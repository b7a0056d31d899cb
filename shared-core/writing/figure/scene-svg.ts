import type { Scene, SceneItem, SceneLabel } from "../../drawing/scene.ts";
import { type FigureTheme, NEUTRAL } from "./figure.ts";
import { escapeText } from "./svg.ts";

/** A drawn system as SVG text that stands alone. Every item is a group with the name of its statement. */
export function sceneSvg(scene: Scene, title: string, theme: FigureTheme = NEUTRAL): string {
  const { width, height } = scene;
  return [
    `<svg xmlns="http://www.w3.org/2000/svg" width="${width}" height="${height}" viewBox="0 0 ${width} ${height}" role="img" font-family="sans-serif" fill="none" stroke-linecap="round" stroke-linejoin="round">`,
    `<title>${escapeText(title)}</title>`,
    `<desc>${escapeText(scene.description)}</desc>`,
    ...scene.items.flatMap((item) => itemParts(item, theme)),
    "</svg>",
    "",
  ].join("\n");
}

function itemParts(item: SceneItem, theme: FigureTheme): string[] {
  const colour =
    item.family === "drives" ? theme.curves[1] : item.family === "joins" ? theme.curves[0] : theme.ink;
  const styles = {
    line: `stroke="${colour}" stroke-width="1.5"`,
    body: `stroke="${colour}" stroke-width="1.5" fill="${theme.grid}"`,
    solid: `fill="${colour}"`,
    thin: `stroke="${colour}" stroke-width="1"`,
    dashed: `stroke="${colour}" stroke-width="1.5" stroke-dasharray="3 3"`,
  };
  return [
    `<g data-name="${escapeText(item.name)}"><title>${escapeText(item.says)}</title>`,
    ...item.parts.map(({ path, style }) => `<path d="${path}" ${styles[style]}/>`),
    ...item.labels.map((label) => labelPart(label, theme)),
    "</g>",
  ];
}

function labelPart({ text, role, x, y, align }: SceneLabel, theme: FigureTheme): string {
  const face =
    role === "name" ? `font-size="12" fill="${theme.ink}"` : `font-size="11" fill="${theme.quiet}"`;
  const anchor = align === "start" ? "" : ` text-anchor="${align}"`;
  return `<text x="${x}" y="${y}"${anchor} ${face}>${escapeText(text)}</text>`;
}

• Task directions: Tally the lines of the material in which the word "role" appears. Output the count alone.

• Written answer: 3